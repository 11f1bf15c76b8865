package main

import (
	"context"
	"syscall"
	"testing"
	"time"

	"google.golang.org/grpc"
	"google.golang.org/grpc/credentials/insecure"

	pb "github.com/pulsefleet/pulsefleet/proto/pulsefleet/v1"
)

// clockDevice drives one summary device over a real stream and collects
// what the gateway answers.
type clockDevice struct {
	t     *testing.T
	st    pb.IngestService_ConnectClient
	rejs  []*pb.Rejection
	acked uint64
	wel   *pb.Welcome
}

func connectClockDevice(t *testing.T, ctx context.Context, conn *grpc.ClientConn, id string) *clockDevice {
	t.Helper()
	st, err := pb.NewIngestServiceClient(conn).Connect(ctx)
	if err != nil {
		t.Fatal(err)
	}
	d := &clockDevice{t: t, st: st}
	if err := st.Send(&pb.ConnectRequest{Kind: &pb.ConnectRequest_Introduction{Introduction: &pb.Introduction{
		DeviceId: id, Model: "clock-test", Mode: pb.Mode_MODE_SUMMARY}}}); err != nil {
		t.Fatal(err)
	}
	for d.wel == nil {
		d.recv()
	}
	return d
}

func (d *clockDevice) recv() {
	d.t.Helper()
	m, err := d.st.Recv()
	if err != nil {
		d.t.Fatalf("stream: %v", err)
	}
	switch k := m.Kind.(type) {
	case *pb.ConnectResponse_Welcome:
		d.wel = k.Welcome
	case *pb.ConnectResponse_Ack:
		d.acked = max(d.acked, k.Ack.GetThroughSequence())
	case *pb.ConnectResponse_Rejection:
		d.rejs = append(d.rejs, k.Rejection)
	}
}

func (d *clockDevice) send(seq uint64, tMS int64, spo2 float64) {
	d.t.Helper()
	q, pulse := 0.9, 70.0
	if err := d.st.Send(&pb.ConnectRequest{Kind: &pb.ConnectRequest_Summary{Summary: &pb.Summary{Sequence: seq, DeviceTimeUnixMs: tMS,
		Spo2Pct: &spo2, PulseBpm: &pulse, Quality: &q}}}); err != nil {
		d.t.Fatal(err)
	}
}

// A device clock stamped 300 days ahead cannot silence a real `serve`
// process: the stamped summary is refused naming the field, 40 s at SpO2 80
// with a correct clock raise spo2_low (the built-in adult-ward-pilot, 15 s
// delay), and after kill -9 and a restart the alarm is still active, no
// episode starts in the future, and the device's next second is accepted.
func TestServeDeviceClockJumpSurvivesKill9(t *testing.T) {
	if testing.Short() {
		t.Skip("process test")
	}
	data := t.TempDir()
	c := startServe(t, data)
	ctx, cancel := context.WithCancel(context.Background())
	defer cancel()
	conn, err := grpc.NewClient(c.grpcAddr, grpc.WithTransportCredentials(insecure.NewCredentials()))
	if err != nil {
		t.Fatal(err)
	}
	d := connectClockDevice(t, ctx, conn, "jumpy")
	t0 := time.Now().Add(-50 * time.Second).Truncate(time.Second).UnixMilli()
	d.send(1, time.Now().Add(300*24*time.Hour).UnixMilli(), 97)
	for i := int64(0); i < 40; i++ {
		d.send(uint64(i+2), t0+i*1000, 80)
	}
	for d.acked < 41 {
		d.recv()
	}
	if len(d.rejs) != 1 || d.rejs[0].GetSequence() != 1 || d.rejs[0].GetReason() != pb.RejectReason_REJECT_REASON_INVALID_FIELD ||
		d.rejs[0].GetField() != "summary.device_time_unix_ms" {
		t.Fatalf("rejections %v, want sequence 1 refused naming summary.device_time_unix_ms", d.rejs)
	}
	conn.Close()
	if err := c.cmd.Process.Signal(syscall.SIGKILL); err != nil {
		t.Fatal(err)
	}
	<-c.exited

	c2 := startServe(t, data)
	conn2, err := grpc.NewClient(c2.grpcAddr, grpc.WithTransportCredentials(insecure.NewCredentials()))
	if err != nil {
		t.Fatal(err)
	}
	defer conn2.Close()
	fleet := pb.NewFleetServiceClient(conn2)
	gd, err := fleet.GetDevice(ctx, &pb.GetDeviceRequest{DeviceId: "jumpy"})
	if err != nil {
		t.Fatal(err)
	}
	found := false
	for _, cond := range gd.GetDevice().GetActiveConditions() {
		found = found || cond == "spo2_low"
	}
	if !found {
		t.Errorf("after kill -9 and restart: active conditions %v, want spo2_low", gd.GetDevice().GetActiveConditions())
	}
	eps, err := fleet.ListEpisodes(ctx, &pb.ListEpisodesRequest{DeviceId: "jumpy"})
	if err != nil {
		t.Fatal(err)
	}
	bound := time.Now().Add(5 * time.Second).UnixMilli()
	for _, e := range eps.GetEpisodes() {
		if e.GetOnsetUnixMs() > bound {
			t.Errorf("episode %s starts %v in the future", e.GetCondition(), time.Duration(e.GetOnsetUnixMs()-time.Now().UnixMilli())*time.Millisecond)
		}
	}
	d = connectClockDevice(t, ctx, conn2, "jumpy")
	if d.wel.GetResumeAfterSequence() != 41 {
		t.Fatalf("resume after %d, want 41", d.wel.GetResumeAfterSequence())
	}
	d.send(42, t0+40_000, 80)
	for d.acked < 42 && len(d.rejs) == 0 {
		d.recv()
	}
	if len(d.rejs) != 0 {
		t.Errorf("the next second after the restart was refused: %v", d.rejs)
	}
	d.st.CloseSend()
	c2.cmd.Process.Signal(syscall.SIGTERM)
	if err := <-c2.exited; err != nil {
		t.Fatalf("serve after SIGTERM: %v", err)
	}
}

========

- **REQUIREMENT**: Which lines of the data above contain the string "GetOnsetUnixMs"? Copy each of them.

- **REPLY TO THE TASK**:
		if e.GetOnsetUnixMs() > bound {
			t.Errorf("episode %s starts %v in the future", e.GetCondition(), time.Duration(e.GetOnsetUnixMs()-time.Now().UnixMilli())*time.Millisecond)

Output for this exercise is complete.